"""A reading as text: what happens where, then what else could form."""

from __future__ import annotations

from kb.chem.facts import Centre, Reading
from kb.cli.render import wrapped

MOST_POSSIBLE = 20
"""Possible products that are listed; --json lists all."""


def render_reading(reading: Reading) -> str:
    """Return a reading as text of at most 80 columns."""
    lines = wrapped(f"{reading.confidence}: {reading.fate or 'no single fate'}")
    if reading.reason:
        lines += wrapped(reading.reason, 2)
    for centre in reading.centres:
        lines += wrapped(f"component {centre.component}, atom {centre.atom}: {centre_words(centre)}", 2)
    if reading.nucleophile:
        lines += wrapped(f"nucleophile: {reading.nucleophile.nucleophile_class.replace('_', ' ')}", 2)
    if reading.possible:
        lines.append("could form")
        for possible in reading.possible[:MOST_POSSIBLE]:
            lines += wrapped(f"{possible.fate}: {possible.product}", 4)
            lines += wrapped(possible.note, 8) if possible.note else []
        if len(reading.possible) > MOST_POSSIBLE:
            lines.append(f"    and {len(reading.possible) - MOST_POSSIBLE} more (--json lists all)")
    return "\n".join(lines)


def centre_words(centre: Centre) -> str:
    """Return a centre in words: "secondary, ring, loses mesylate, 4 beta hydrogens"."""
    words = [str(centre.carbon_class), *map(str, centre.flags)]
    if centre.leaving_group:
        words.append(f"loses {centre.leaving_group}")
    n = centre.beta_hydrogens
    words.append(f"{n} beta hydrogen{'' if n == 1 else 's'}")
    return ", ".join(words)
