"""Stylesheets: `tokens.tcss` for every screen, one more for each place."""

from __future__ import annotations

from pathlib import Path

HERE = Path(__file__).parent
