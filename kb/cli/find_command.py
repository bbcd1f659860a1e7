"""`find`: runs by structure, transformation, words and conditions together."""

from __future__ import annotations

from typing import Annotated, Optional

import typer

from kb.cli.look_commands import LAST_PAGE
from kb.cli.render import counted, table, wrapped
from kb.cli.session import current_session, put
from kb.plain import excerpt
from kb.vocabulary import CarbonClass, LeavingGroup, Verdict

Word = Optional[str]  # noqa: UP045 - typer reads the annotations at run time


def register(app: typer.Typer) -> None:
    """Add the command of this file."""
    app.command("find")(find)


def find(
    substructure: Annotated[Word, typer.Option("--substructure", metavar="SMARTS", help="What it holds.")] = None,
    similar: Annotated[Word, typer.Option("--similar", metavar="SMILES", help="What it is like; best first.")] = None,
    at_least: Annotated[
        float, typer.Option("--at-least", metavar="T", min=0, max=1, help="Least Tanimoto of --similar.")
    ] = 0.4,
    exact: Annotated[Word, typer.Option("--exact", metavar="SMILES", help="The very structure.")] = None,
    transformation: Annotated[
        Word, typer.Option("--transformation", metavar="SMARTS>>SMARTS", help="What becomes of what.")
    ] = None,
    role: Annotated[str, typer.Option(help="Of the structure: substrate, product, reagent or any.")] = "any",
    words: Annotated[Word, typer.Option("--words", help="In notes, titles and references.")] = None,
    solvent: Annotated[Word, typer.Option("--solvent", metavar="NAME")] = None,
    base: Annotated[Word, typer.Option("--base", metavar="NAME")] = None,
    temp_from: Annotated[Word, typer.Option("--temp-from", metavar="T", help="At least this hot.")] = None,
    temp_to: Annotated[Word, typer.Option("--temp-to", metavar="T", help="At most this hot.")] = None,
    failed: Annotated[Word, typer.Option("--failed", metavar="MODE", help="How it failed.")] = None,
    verdict: Annotated[Optional[Verdict], typer.Option("--verdict")] = None,  # noqa: UP045
    carbon_class: Annotated[
        Optional[CarbonClass],  # noqa: UP045
        typer.Option("--carbon-class", metavar="WORD", help="primary, tertiary, aryl..."),
    ] = None,
    leaving_group: Annotated[
        Optional[LeavingGroup],  # noqa: UP045
        typer.Option("--leaving-group", metavar="WORD", help="bromide, mesylate, epoxide..."),
    ] = None,
    since: Annotated[Word, typer.Option("--since", metavar="YYYY-MM-DD", help="Run on or after this day.")] = None,
    limit: Annotated[int, typer.Option(metavar="N", min=1, max=1000, help="Runs on a page.")] = 20,
    page: Annotated[int, typer.Option(metavar="N", min=1, max=LAST_PAGE)] = 1,
) -> None:
    """Find runs; every option given must hold."""
    from kb.book import criteria_from_words

    session = current_session()
    criteria = criteria_from_words(
        substructure=substructure,
        similar=similar,
        at_least=at_least,
        exact=exact,
        transformation=transformation,
        role=role,
        words=words,
        solvent=solvent,
        base=base,
        temp_from=temp_from,
        temp_to=temp_to,
        failed=failed,
        verdict=verdict,
        carbon_class=carbon_class,
        leaving_group=leaving_group,
        since=since,
        limit=limit,
        page=page,
    )
    with session.opened(read_only=True) as book:
        result = book.find(criteria)
        lines = {} if session.as_json else {item.run: book.one_line(item.run) for item in result.items}
    if session.as_json:
        session.print_json(result.as_dict())
        return
    for remark in result.notes:
        session.say(excerpt(remark, 200))
    if not result.items:
        put("No run fits." if result.total == 0 else f"No run on this page; {result.total} fit.")
        return
    if any(item.score is not None for item in result.items):
        scored = [(i.run, "" if i.score is None else f"{i.score:.2f}", *lines[i.run]) for i in result.items]
        text = table(scored, ("run", "score", "date", "verdict", "what"), (7, 5, 10, 7, 43))
    else:
        text = table([(i.run, *lines[i.run]) for i in result.items], ("run", "date", "verdict", "what"), (7, 10, 7, 50))
    first = (page - 1) * limit
    shown = f"{first + 1} to {first + len(result.items)} of {counted(result.total, 'run')}"
    put("\n".join([*text, f"{shown}, {result.elapsed_ms:.0f} ms"]))
    if not result.complete:
        session.say("\n".join(wrapped("The search was stopped at its deadline: this is only part of the answer.")))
-----
• _Task requirements_:
Please reproduce, exactly as they appear above, the lines from the line containing "more (--json lists" up to and including the line containing "the command of".

• _Answer area_:
            lines.append(f"    and {len(reading.possible) - MOST_POSSIBLE} more (--json lists all)")
    return "\n".join(lines)


def centre_words(centre: Centre) -> str:
    """Return a centre in words: "secondary, ring, loses mesylate, 4 beta hydrogens"."""
    words = [str(centre.carbon_class), *map(str, centre.flags)]
    if centre.leaving_group:
        words.append(f"loses {centre.leaving_group}")
    n = centre.beta_hydrogens
    words.append(f"{n} beta hydrogen{'' if n == 1 else 's'}")
    return ", ".join(words)
"""Stylesheets: `tokens.tcss` for every screen, one more for each place."""

from __future__ import annotations

from pathlib import Path

HERE = Path(__file__).parent
filename kb/cli/find_command.py
repository bbcd1f659860a1e7
"""`find`: runs by structure, transformation, words and conditions together."""

from __future__ import annotations

from typing import Annotated, Optional

import typer

from kb.cli.look_commands import LAST_PAGE
from kb.cli.render import counted, table, wrapped
from kb.cli.session import current_session, put
from kb.plain import excerpt
from kb.vocabulary import CarbonClass, LeavingGroup, Verdict

Word = Optional[str]  # noqa: UP045 - typer reads the annotations at run time


def register(app: typer.Typer) -> None:
    """Add the command of this file."""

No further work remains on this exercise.